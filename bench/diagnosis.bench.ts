// Diagnosis benchmark: analyseRecording on 65,536-sample recordings (2.56 s at 25.6 kHz) of demo machines, with and
// without a model, warm (predictions cached, JIT warm), cold (a model the process has not seen: every candidate's
// signature predicted again), on a velocity (mm/s) channel and order-tracked from a tach; per-stage medians and
// minima from AnalyseOptions.stageTimesMs.
// Prints figures; asserts nothing. Runs the built packages (npm run build first).
import { readFileSync } from 'node:fs';
import { analyseRecording, type AnalyseOptions } from '@kinespec/diagnosis';
import { loadMachineModel, type MachineModel } from '@kinespec/kinematics';
import type { Recording } from '@kinespec/signal';
import { simulateRecording } from '@kinespec/simulator';

const SAMPLES = 65536;
const FS = 25600;
const machineText = (id: string) => readFileSync(new URL(`../fixtures/machines/${id}.json`, import.meta.url), 'utf8');
const mixerText = machineText('aeration-mixer-2');
const mixer = loadMachineModel(mixerText);
const conveyor = loadMachineModel(machineText('skelmere-conveyor-drive-2'));
const pump = loadMachineModel(machineText('skelmere-feed-pump-3'));

const outerRace = simulateRecording(mixer, { pointId: 'gb-input-h', sampleRateHz: FS, sampleCount: SAMPLES, speedRpm: 1466, faults: [{ fault: 'bearing-outer-race', component: 'input-de', severity: 0.8 }], seed: 3 });
const toothFault = simulateRecording(conveyor, { pointId: 'gb-input-h', sampleRateHz: FS, sampleCount: SAMPLES, speedRpm: 1478, faults: [{ fault: 'gear-missing-tooth', component: 'hs-pinion', severity: 0.8 }], seed: 5 });
const velocityChannel = simulateRecording(pump, { pointId: 'pump-de-v', sampleRateHz: FS, sampleCount: SAMPLES, speedRpm: 2960, faults: [{ fault: 'unbalance', component: 'impeller', severity: 0.6 }], seed: 9 });
const ramp = simulateRecording(mixer, { pointId: 'gb-input-h', sampleRateHz: FS, sampleCount: SAMPLES, speedProfile: [1420, 1490], includeTach: true, seed: 4 });

interface Run {
  wallMs: number;
  cpuMs: number;
  stages: Record<string, number>;
}

function once(recording: Recording, options: AnalyseOptions): Run {
  const stages: Record<string, number> = {};
  const cpu = process.cpuUsage();
  const t = performance.now();
  analyseRecording(recording, { ...options, stageTimesMs: stages });
  const wallMs = performance.now() - t;
  const used = process.cpuUsage(cpu);
  return { wallMs, cpuMs: (used.user + used.system) / 1000, stages };
}

const median = (xs: readonly number[]) => {
  const s = [...xs].sort((a, b) => a - b);
  return s.length === 0 ? 0 : s[Math.floor(s.length / 2)]!;
};

interface Summary {
  label: string;
  runs: Run[];
}

function repeat(label: string, repeats: number, make: (i: number) => [Recording, AnalyseOptions]): Summary {
  const runs: Run[] = [];
  for (let i = 0; i < repeats; i++) runs.push(once(...make(i)));
  return { label, runs };
}

/** A copy of the model under another name: nothing of it is cached, as for a machine the worker has not analysed yet. */
let copies = 0;
function unseen(text: string): MachineModel {
  const m = loadMachineModel(text);
  return { ...m, name: `${m.name} (bench copy ${++copies})` };
}

const started = performance.now();
const first = once(outerRace, { model: mixer, pointId: 'gb-input-h' });
// JIT warm-up on every path before anything is timed.
for (let i = 0; i < 5; i++) {
  analyseRecording(outerRace, { model: mixer, pointId: 'gb-input-h' });
  analyseRecording(toothFault, { model: conveyor, pointId: 'gb-input-h' });
  analyseRecording(outerRace);
  analyseRecording(velocityChannel, { model: pump, pointId: 'pump-de-v' });
  analyseRecording(ramp, { model: mixer, pointId: 'gb-input-h' });
}
const summaries: Summary[] = [
  repeat('model, warm (bearing fault)', 25, () => [outerRace, { model: mixer, pointId: 'gb-input-h' }]),
  repeat('model, warm (tooth fault)', 25, () => [toothFault, { model: conveyor, pointId: 'gb-input-h' }]),
  repeat('model, cold (unseen model)', 8, () => [outerRace, { model: unseen(mixerText), pointId: 'gb-input-h' }]),
  repeat('no model (kurtogram band)', 25, () => [outerRace, {}]),
  repeat('model, mm/s channel (pump)', 25, () => [velocityChannel, { model: pump, pointId: 'pump-de-v' }]),
  repeat('model, tach: order-tracked', 11, () => [ramp, { model: mixer, pointId: 'gb-input-h' }]),
];

const w = 46;
const col = 13;
const stageNames: string[] = [];
for (const s of summaries) for (const r of s.runs) for (const k of Object.keys(r.stages)) if (!stageNames.includes(k)) stageNames.push(k);
const minimum = (xs: readonly number[]) => (xs.length === 0 ? 0 : Math.min(...xs));
/** One table: each stage's statistic over the runs of each column (a loaded machine inflates medians, hardly minima). */
function table(title: string, statistic: (xs: readonly number[]) => number): void {
  console.log(`${title.padEnd(w)}${summaries.map((s) => s.label.slice(0, col - 1).padStart(col)).join('')}`);
  for (const name of stageNames) {
    console.log(`${('  ' + name).padEnd(w)}${summaries.map((s) => {
      const xs = s.runs.map((r) => r.stages[name]).filter((x): x is number => x !== undefined);
      return (xs.length ? statistic(xs).toFixed(2) : '-').padStart(col);
    }).join('')}`);
  }
  console.log(`${'total (wall)'.padEnd(w)}${summaries.map((s) => statistic(s.runs.map((r) => r.wallMs)).toFixed(1).padStart(col)).join('')}`);
  console.log(`${'total (CPU of the process, incl. GC)'.padEnd(w)}${summaries.map((s) => statistic(s.runs.map((r) => r.cpuMs)).toFixed(1).padStart(col)).join('')}`);
}
console.log(`analyseRecording on ${SAMPLES} samples at ${FS} Hz, ms`);
console.log(`first analysis in a fresh process (JIT and predictions cold): ${first.wallMs.toFixed(1)} ms`);
table('median per stage', median);
table('minimum per stage', minimum);
console.log('columns:', summaries.map((s) => s.label).join(' | '));
const warm = median(summaries[0]!.runs.map((r) => r.cpuMs));
console.log(`one core at the warm model figure: ${(1000 / warm).toFixed(0)} analyses/s (CPU ${warm.toFixed(1)} ms each); the upload goal of 100/s on 2 cores needs < 20 ms, in practice well under 10 ms`);
console.log(`(bench ran ${((performance.now() - started) / 1000).toFixed(1)} s)`);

---------------

### [Work order]
In the listing above, find the line containing "(CPU of the" and the line containing "const warm = median(summaries[0]!.runs.map((r)", then repeat those two lines and everything between them exactly.

### [Answer]
  console.log(`${'total (CPU of the process, incl. GC)'.padEnd(w)}${summaries.map((s) => statistic(s.runs.map((r) => r.cpuMs)).toFixed(1).padStart(col)).join('')}`);
}
console.log(`analyseRecording on ${SAMPLES} samples at ${FS} Hz, ms`);
console.log(`first analysis in a fresh process (JIT and predictions cold): ${first.wallMs.toFixed(1)} ms`);
table('median per stage', median);
table('minimum per stage', minimum);
console.log('columns:', summaries.map((s) => s.label).join(' | '));
const warm = median(summaries[0]!.runs.map((r) => r.cpuMs));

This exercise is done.